(Material for this exercise)
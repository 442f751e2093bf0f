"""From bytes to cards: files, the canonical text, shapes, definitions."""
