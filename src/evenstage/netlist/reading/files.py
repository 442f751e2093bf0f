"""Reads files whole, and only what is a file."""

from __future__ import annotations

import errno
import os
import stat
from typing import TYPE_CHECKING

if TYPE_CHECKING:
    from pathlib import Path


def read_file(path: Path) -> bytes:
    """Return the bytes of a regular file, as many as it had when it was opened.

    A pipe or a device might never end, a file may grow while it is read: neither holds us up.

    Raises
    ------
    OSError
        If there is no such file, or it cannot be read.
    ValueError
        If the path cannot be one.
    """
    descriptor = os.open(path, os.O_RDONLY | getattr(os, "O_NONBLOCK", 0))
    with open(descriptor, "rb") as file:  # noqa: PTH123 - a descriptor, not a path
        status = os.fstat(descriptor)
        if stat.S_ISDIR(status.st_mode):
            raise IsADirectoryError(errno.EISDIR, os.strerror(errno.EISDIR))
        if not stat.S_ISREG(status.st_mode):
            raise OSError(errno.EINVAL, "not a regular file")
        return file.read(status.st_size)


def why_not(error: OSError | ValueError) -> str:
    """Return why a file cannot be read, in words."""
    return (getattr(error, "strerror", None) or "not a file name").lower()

---

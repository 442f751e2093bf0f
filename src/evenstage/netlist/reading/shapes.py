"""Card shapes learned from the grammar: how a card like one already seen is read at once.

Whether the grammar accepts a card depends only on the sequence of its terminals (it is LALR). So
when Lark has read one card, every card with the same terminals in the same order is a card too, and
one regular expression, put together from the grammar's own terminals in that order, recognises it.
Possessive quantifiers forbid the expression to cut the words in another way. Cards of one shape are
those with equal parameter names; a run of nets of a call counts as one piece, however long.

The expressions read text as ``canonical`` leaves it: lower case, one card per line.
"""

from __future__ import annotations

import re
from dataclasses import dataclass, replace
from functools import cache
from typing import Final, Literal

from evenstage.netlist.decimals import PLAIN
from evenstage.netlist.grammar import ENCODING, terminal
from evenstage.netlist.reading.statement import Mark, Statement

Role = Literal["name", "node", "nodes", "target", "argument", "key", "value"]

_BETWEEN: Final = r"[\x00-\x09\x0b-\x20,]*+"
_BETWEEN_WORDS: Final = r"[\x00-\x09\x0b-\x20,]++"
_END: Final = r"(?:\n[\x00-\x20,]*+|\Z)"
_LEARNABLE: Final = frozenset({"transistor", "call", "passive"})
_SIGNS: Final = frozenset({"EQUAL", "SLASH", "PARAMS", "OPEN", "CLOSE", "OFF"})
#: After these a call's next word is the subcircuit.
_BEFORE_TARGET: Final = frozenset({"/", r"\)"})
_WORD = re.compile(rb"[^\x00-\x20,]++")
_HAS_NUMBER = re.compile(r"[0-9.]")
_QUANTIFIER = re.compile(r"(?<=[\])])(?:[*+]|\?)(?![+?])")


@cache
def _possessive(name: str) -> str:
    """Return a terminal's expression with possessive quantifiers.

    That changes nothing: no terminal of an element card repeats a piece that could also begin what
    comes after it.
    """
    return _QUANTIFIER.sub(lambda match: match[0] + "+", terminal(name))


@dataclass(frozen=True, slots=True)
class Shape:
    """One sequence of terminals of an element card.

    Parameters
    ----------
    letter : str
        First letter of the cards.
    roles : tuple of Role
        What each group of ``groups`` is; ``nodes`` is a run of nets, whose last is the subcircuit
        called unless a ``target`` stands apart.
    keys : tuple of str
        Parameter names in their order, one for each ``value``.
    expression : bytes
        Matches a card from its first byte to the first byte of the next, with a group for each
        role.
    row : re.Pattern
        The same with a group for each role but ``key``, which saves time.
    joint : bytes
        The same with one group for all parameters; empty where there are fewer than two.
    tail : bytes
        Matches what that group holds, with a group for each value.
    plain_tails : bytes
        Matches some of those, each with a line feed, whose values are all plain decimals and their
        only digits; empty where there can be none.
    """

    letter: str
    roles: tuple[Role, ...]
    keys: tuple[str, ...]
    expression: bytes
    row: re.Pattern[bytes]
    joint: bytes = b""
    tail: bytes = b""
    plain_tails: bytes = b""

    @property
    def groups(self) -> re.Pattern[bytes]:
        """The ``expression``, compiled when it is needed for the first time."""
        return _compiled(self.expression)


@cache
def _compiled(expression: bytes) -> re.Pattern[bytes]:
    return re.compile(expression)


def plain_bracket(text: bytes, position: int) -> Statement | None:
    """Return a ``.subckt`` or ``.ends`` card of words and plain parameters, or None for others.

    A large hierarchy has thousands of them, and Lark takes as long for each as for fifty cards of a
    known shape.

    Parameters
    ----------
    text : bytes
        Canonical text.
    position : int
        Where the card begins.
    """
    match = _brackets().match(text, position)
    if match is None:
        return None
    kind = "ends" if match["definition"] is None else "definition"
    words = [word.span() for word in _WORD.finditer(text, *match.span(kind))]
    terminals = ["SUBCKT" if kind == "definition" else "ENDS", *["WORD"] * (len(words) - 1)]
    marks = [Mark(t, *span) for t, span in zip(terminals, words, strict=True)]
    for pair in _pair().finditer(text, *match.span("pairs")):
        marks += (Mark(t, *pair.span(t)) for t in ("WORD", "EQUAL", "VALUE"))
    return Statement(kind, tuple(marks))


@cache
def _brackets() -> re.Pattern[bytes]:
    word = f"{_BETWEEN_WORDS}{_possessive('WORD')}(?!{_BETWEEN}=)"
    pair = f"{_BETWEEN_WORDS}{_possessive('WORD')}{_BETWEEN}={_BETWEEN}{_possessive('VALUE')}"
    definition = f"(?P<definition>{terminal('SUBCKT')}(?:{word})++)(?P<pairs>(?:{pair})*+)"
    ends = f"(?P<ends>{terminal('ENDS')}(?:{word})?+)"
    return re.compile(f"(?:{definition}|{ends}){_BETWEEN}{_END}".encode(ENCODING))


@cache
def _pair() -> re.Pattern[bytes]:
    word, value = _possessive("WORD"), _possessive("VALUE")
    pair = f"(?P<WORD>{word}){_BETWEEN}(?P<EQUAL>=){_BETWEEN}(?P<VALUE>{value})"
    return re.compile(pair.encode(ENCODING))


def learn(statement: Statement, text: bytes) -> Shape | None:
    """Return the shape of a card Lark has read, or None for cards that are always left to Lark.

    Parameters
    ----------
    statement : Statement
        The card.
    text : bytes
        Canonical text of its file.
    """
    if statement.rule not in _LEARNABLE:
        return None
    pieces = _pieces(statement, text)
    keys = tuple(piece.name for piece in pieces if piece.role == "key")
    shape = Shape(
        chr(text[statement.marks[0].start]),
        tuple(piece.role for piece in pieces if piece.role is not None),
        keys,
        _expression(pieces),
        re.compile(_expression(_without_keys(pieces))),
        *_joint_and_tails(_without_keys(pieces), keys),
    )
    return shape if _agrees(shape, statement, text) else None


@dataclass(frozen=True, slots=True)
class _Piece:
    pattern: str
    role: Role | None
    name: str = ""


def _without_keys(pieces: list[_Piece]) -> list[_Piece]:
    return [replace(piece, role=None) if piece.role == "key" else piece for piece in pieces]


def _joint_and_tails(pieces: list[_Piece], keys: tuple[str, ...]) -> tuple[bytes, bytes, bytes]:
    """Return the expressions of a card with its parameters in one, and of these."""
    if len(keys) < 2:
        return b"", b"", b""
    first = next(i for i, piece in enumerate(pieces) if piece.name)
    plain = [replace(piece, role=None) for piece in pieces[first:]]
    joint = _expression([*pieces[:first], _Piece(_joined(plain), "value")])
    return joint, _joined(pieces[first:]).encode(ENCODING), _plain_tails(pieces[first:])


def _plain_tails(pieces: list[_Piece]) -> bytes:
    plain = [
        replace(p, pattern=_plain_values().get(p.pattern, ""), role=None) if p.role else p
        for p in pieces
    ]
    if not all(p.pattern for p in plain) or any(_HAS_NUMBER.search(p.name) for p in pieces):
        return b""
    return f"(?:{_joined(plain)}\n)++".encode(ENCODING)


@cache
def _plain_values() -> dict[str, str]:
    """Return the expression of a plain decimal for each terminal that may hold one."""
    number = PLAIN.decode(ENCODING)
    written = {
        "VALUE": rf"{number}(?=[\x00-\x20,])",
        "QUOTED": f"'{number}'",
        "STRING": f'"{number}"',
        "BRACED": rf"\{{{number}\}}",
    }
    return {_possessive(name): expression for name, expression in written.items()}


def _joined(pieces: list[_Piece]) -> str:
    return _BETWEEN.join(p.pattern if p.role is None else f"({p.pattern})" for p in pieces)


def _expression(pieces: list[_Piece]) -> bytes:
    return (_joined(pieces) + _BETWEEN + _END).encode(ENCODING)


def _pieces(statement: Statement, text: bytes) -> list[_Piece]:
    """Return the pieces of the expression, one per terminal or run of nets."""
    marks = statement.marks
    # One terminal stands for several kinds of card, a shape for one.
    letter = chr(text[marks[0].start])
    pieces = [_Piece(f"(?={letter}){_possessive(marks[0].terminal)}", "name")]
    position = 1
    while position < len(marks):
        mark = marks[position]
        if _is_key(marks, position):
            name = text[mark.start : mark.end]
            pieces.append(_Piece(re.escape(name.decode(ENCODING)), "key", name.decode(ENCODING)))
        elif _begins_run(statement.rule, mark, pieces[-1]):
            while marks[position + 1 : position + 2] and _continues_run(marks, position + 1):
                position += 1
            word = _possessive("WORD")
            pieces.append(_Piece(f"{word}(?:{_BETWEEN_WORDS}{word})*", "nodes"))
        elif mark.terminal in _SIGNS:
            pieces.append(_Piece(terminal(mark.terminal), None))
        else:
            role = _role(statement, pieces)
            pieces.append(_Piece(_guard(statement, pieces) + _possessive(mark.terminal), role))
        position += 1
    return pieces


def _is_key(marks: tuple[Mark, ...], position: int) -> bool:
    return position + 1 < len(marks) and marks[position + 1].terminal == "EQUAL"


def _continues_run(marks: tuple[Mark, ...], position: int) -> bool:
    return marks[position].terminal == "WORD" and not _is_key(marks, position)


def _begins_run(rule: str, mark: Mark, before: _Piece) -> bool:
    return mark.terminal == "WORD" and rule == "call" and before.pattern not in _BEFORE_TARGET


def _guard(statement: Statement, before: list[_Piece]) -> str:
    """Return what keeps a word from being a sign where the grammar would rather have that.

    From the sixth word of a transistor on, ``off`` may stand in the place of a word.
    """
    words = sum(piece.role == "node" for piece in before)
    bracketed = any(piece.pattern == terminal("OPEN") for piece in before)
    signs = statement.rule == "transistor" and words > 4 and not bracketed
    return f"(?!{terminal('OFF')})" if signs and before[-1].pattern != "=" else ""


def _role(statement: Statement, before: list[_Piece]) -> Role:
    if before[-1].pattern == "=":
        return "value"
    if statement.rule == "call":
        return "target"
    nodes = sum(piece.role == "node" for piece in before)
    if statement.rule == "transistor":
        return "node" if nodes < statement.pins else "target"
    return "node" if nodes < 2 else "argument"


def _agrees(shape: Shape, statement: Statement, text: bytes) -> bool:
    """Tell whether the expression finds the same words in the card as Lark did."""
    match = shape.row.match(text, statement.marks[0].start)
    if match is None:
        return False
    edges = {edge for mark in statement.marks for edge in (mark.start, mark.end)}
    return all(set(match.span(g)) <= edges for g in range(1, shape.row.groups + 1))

(Exercise prompt) From the data above, reproduce word for word the lines running from the line with "return _QUANTIFIER.sub(lambda match: match[0]" to the line with "def plain_bracket(text: bytes, position: int)", ends included.

(Answer area)
    return _QUANTIFIER.sub(lambda match: match[0] + "+", terminal(name))


@dataclass(frozen=True, slots=True)
class Shape:
    """One sequence of terminals of an element card.

    Parameters
    ----------
    letter : str
        First letter of the cards.
    roles : tuple of Role
        What each group of ``groups`` is; ``nodes`` is a run of nets, whose last is the subcircuit
        called unless a ``target`` stands apart.
    keys : tuple of str
        Parameter names in their order, one for each ``value``.
    expression : bytes
        Matches a card from its first byte to the first byte of the next, with a group for each
        role.
    row : re.Pattern
        The same with a group for each role but ``key``, which saves time.
    joint : bytes
        The same with one group for all parameters; empty where there are fewer than two.
    tail : bytes
        Matches what that group holds, with a group for each value.
    plain_tails : bytes
        Matches some of those, each with a line feed, whose values are all plain decimals and their
        only digits; empty where there can be none.
    """

    letter: str
    roles: tuple[Role, ...]
    keys: tuple[str, ...]
    expression: bytes
    row: re.Pattern[bytes]
    joint: bytes = b""
    tail: bytes = b""
    plain_tails: bytes = b""

    @property
    def groups(self) -> re.Pattern[bytes]:
        """The ``expression``, compiled when it is needed for the first time."""
        return _compiled(self.expression)


@cache
def _compiled(expression: bytes) -> re.Pattern[bytes]:
    return re.compile(expression)


def plain_bracket(text: bytes, position: int) -> Statement | None:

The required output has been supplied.